AVAILABLE RECORDS -
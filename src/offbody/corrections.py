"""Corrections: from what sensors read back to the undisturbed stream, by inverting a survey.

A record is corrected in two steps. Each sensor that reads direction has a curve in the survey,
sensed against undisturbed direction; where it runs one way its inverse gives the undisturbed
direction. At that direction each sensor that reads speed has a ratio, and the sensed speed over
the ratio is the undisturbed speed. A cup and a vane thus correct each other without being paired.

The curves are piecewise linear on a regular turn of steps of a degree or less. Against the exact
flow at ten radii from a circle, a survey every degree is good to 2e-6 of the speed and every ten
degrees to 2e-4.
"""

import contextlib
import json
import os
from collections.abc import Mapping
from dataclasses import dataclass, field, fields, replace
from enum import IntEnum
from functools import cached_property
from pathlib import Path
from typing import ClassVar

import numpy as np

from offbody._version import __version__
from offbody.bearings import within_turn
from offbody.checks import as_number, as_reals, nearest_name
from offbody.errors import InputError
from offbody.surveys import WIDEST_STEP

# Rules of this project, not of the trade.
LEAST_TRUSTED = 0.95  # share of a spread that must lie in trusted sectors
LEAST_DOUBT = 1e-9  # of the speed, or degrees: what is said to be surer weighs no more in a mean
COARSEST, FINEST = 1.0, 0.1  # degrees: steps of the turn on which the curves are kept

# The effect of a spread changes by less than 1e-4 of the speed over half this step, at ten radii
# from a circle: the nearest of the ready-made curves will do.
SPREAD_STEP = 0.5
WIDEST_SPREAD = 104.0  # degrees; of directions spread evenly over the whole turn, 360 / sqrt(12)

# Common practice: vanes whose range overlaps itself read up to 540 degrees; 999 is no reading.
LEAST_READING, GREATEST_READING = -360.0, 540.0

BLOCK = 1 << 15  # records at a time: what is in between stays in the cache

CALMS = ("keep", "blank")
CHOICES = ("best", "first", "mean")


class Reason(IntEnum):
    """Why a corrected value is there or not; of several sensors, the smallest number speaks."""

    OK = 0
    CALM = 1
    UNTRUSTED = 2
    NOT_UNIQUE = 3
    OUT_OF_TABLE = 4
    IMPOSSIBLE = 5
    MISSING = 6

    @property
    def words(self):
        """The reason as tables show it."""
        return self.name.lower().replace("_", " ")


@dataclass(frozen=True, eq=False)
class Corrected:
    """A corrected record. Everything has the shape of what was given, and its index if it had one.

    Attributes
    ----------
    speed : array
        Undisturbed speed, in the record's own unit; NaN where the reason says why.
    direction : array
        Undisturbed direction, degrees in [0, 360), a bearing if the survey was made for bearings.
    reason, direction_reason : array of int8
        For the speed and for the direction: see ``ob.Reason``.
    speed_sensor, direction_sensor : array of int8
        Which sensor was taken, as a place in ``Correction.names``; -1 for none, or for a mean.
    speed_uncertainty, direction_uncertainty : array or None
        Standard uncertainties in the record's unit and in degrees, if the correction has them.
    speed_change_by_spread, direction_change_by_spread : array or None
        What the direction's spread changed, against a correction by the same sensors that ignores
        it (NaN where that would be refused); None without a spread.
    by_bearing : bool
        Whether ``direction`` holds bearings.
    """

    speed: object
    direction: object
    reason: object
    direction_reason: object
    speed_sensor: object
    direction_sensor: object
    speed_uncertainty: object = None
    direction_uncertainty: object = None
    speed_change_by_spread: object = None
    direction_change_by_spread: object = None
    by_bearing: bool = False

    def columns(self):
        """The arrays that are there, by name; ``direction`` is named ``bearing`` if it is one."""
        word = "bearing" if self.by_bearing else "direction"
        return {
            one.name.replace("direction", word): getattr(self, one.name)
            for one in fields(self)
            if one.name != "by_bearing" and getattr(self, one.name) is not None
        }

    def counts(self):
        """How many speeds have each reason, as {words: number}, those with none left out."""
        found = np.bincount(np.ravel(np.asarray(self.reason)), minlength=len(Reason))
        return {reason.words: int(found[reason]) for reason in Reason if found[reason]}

---

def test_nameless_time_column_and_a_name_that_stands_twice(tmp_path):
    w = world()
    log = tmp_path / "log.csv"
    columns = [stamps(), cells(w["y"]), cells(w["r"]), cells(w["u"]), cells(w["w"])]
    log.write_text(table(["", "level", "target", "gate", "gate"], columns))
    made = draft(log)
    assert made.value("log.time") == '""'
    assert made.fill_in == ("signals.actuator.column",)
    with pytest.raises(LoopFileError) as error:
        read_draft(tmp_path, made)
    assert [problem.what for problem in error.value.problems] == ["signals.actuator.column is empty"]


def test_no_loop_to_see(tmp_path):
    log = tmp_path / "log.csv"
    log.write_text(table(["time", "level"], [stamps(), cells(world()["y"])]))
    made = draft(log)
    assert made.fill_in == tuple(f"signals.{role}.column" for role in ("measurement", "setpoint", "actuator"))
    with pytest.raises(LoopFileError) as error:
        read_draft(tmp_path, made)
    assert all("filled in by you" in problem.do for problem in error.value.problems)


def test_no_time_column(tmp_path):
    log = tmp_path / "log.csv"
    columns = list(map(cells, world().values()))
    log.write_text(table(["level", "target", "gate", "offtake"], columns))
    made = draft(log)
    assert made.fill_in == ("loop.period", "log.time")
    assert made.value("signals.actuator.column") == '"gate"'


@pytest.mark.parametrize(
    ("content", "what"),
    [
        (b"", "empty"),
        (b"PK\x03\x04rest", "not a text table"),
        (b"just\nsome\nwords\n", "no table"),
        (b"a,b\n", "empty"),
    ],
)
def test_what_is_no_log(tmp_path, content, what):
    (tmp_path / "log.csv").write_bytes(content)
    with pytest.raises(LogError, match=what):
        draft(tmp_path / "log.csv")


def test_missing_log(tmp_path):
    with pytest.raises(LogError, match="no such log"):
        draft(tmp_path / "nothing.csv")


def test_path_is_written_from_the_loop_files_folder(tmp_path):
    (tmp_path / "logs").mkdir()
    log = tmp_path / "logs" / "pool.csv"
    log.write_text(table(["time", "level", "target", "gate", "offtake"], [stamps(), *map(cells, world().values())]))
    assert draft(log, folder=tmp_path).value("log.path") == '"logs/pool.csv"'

---

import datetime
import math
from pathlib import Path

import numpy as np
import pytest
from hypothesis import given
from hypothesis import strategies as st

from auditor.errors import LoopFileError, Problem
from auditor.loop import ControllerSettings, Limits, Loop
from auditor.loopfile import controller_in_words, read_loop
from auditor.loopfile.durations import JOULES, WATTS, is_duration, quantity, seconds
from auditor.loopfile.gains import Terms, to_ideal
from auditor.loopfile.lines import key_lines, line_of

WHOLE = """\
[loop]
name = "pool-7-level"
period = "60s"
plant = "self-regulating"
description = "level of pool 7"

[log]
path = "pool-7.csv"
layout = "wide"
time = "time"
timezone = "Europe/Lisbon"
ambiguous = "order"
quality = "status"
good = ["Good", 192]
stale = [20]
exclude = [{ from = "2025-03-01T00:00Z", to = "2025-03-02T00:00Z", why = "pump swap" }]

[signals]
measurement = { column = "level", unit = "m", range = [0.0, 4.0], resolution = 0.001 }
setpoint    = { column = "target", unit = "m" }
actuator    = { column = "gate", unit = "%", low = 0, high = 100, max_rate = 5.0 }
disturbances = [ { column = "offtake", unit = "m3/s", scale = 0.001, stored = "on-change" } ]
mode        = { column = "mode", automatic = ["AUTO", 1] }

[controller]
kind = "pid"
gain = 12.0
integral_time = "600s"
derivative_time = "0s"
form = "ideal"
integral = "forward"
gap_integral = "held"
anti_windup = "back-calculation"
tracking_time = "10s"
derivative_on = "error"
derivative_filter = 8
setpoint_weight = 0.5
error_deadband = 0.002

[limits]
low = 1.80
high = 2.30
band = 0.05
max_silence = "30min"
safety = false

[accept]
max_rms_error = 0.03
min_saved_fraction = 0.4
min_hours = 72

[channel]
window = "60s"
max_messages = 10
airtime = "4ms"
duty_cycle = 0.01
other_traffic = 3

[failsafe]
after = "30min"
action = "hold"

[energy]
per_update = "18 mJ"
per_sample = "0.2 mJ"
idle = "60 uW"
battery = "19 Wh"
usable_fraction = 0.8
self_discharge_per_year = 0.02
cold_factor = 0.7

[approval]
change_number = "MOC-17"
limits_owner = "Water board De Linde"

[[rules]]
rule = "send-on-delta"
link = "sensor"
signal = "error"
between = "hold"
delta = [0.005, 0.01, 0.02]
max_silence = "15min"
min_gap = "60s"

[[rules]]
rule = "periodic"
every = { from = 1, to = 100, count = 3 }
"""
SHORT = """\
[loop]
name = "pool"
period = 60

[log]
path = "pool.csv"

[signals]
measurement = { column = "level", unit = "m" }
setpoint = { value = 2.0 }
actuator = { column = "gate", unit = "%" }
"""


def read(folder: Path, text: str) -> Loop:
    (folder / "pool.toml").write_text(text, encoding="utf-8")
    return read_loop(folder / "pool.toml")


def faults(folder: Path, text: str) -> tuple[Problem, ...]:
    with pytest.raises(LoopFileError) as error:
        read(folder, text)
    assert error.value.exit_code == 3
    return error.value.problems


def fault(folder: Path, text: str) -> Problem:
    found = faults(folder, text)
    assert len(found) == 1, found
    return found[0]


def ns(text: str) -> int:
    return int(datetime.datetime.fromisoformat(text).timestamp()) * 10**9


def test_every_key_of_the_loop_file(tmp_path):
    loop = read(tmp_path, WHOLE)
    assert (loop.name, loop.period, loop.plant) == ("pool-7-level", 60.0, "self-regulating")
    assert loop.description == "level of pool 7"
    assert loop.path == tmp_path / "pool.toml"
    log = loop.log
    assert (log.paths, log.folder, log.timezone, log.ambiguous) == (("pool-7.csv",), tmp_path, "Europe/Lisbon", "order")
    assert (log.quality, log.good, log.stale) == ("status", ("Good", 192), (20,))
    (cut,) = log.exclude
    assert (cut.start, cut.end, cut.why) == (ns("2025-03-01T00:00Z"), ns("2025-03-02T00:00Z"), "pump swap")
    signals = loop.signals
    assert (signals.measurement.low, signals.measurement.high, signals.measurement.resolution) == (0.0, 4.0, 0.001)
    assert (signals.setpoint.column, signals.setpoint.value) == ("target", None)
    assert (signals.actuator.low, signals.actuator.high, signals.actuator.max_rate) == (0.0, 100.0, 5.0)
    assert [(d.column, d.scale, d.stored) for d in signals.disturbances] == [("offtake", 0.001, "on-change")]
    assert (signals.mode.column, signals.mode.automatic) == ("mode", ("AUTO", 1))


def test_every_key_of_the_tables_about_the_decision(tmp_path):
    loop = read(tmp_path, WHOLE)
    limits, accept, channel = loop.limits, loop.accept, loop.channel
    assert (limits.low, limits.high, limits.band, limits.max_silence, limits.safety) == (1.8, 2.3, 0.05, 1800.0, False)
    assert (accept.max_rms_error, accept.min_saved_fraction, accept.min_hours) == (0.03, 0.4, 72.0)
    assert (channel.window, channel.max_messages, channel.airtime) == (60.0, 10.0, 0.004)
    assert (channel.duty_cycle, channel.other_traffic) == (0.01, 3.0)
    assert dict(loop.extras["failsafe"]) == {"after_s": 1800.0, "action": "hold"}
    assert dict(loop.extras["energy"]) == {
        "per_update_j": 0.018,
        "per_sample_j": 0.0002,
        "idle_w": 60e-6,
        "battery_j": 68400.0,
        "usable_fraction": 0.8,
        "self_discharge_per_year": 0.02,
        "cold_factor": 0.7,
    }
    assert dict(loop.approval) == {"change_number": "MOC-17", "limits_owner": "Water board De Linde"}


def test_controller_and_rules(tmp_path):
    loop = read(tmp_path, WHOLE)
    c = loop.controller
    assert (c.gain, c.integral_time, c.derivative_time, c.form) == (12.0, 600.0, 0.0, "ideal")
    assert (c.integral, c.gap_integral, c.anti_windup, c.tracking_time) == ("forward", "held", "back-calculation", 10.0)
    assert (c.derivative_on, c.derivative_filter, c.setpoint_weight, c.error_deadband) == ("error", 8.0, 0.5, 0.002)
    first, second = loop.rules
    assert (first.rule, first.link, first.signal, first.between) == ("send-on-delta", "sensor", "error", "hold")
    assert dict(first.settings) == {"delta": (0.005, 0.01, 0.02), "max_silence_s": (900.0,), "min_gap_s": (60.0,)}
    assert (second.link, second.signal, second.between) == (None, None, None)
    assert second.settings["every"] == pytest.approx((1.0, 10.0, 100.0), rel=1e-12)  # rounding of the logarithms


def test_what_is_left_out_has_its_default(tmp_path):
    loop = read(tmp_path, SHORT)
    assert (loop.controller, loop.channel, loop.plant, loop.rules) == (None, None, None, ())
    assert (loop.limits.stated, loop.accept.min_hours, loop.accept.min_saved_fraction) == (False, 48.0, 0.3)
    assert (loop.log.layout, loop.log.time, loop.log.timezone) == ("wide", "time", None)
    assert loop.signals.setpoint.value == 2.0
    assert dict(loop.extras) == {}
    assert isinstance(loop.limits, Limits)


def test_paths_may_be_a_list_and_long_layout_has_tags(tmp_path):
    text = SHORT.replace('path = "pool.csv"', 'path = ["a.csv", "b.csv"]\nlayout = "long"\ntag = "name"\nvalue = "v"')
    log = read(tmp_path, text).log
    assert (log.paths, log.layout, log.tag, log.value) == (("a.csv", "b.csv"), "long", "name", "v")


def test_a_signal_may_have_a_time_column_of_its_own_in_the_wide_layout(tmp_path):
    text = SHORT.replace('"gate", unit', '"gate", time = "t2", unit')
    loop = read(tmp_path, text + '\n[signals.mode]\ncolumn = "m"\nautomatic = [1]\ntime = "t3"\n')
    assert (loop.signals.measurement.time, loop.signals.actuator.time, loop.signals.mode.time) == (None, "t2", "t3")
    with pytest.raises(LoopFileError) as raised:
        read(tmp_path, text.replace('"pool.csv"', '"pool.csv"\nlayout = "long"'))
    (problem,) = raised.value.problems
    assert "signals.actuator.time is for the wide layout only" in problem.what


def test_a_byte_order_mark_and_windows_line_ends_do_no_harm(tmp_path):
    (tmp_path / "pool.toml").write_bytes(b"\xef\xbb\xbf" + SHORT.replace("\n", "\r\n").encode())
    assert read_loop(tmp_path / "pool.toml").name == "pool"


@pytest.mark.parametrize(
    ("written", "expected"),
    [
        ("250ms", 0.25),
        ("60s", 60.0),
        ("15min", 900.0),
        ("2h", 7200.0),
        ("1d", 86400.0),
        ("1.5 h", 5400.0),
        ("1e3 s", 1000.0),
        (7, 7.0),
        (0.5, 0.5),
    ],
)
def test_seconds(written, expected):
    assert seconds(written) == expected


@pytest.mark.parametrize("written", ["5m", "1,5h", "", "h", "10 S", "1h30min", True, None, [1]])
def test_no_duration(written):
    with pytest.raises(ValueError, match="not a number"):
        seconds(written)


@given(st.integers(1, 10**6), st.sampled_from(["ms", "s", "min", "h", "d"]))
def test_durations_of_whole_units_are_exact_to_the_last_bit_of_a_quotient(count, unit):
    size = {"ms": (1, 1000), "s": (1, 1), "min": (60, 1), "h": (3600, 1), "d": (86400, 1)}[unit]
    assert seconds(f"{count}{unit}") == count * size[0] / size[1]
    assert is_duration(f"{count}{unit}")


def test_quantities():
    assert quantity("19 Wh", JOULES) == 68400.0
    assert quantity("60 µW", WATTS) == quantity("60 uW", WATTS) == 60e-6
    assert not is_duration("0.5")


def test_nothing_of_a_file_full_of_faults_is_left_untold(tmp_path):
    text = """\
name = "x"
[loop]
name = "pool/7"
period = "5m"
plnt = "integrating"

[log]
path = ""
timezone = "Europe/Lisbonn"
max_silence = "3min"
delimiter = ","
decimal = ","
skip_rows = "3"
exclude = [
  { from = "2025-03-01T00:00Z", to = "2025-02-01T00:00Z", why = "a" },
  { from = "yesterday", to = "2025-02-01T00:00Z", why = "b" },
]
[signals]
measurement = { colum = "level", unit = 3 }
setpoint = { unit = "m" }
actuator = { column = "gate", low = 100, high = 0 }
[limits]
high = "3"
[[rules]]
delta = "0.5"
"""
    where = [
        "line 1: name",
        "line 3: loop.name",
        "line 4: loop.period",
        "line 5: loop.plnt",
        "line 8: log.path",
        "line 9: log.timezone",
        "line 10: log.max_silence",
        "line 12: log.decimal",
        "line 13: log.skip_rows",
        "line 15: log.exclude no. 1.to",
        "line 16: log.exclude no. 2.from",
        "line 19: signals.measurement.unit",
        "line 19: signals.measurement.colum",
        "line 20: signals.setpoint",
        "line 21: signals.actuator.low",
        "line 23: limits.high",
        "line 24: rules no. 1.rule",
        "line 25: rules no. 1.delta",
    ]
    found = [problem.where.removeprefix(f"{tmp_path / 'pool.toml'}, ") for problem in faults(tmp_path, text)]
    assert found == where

INSTRUCTIONS TO FOLLOW -
Would you print, exactly as written, every line above from the one holding "# Rules of this project, not of the trade." through the one holding "WIDEST_SPREAD = 104.0", with both included and no other lines?

RESPONSE TO THIS TASK -
# Rules of this project, not of the trade.
LEAST_TRUSTED = 0.95  # share of a spread that must lie in trusted sectors
LEAST_DOUBT = 1e-9  # of the speed, or degrees: what is said to be surer weighs no more in a mean
COARSEST, FINEST = 1.0, 0.1  # degrees: steps of the turn on which the curves are kept

# The effect of a spread changes by less than 1e-4 of the speed over half this step, at ten radii
# from a circle: the nearest of the ready-made curves will do.
SPREAD_STEP = 0.5
WIDEST_SPREAD = 104.0  # degrees; of directions spread evenly over the whole turn, 360 / sqrt(12)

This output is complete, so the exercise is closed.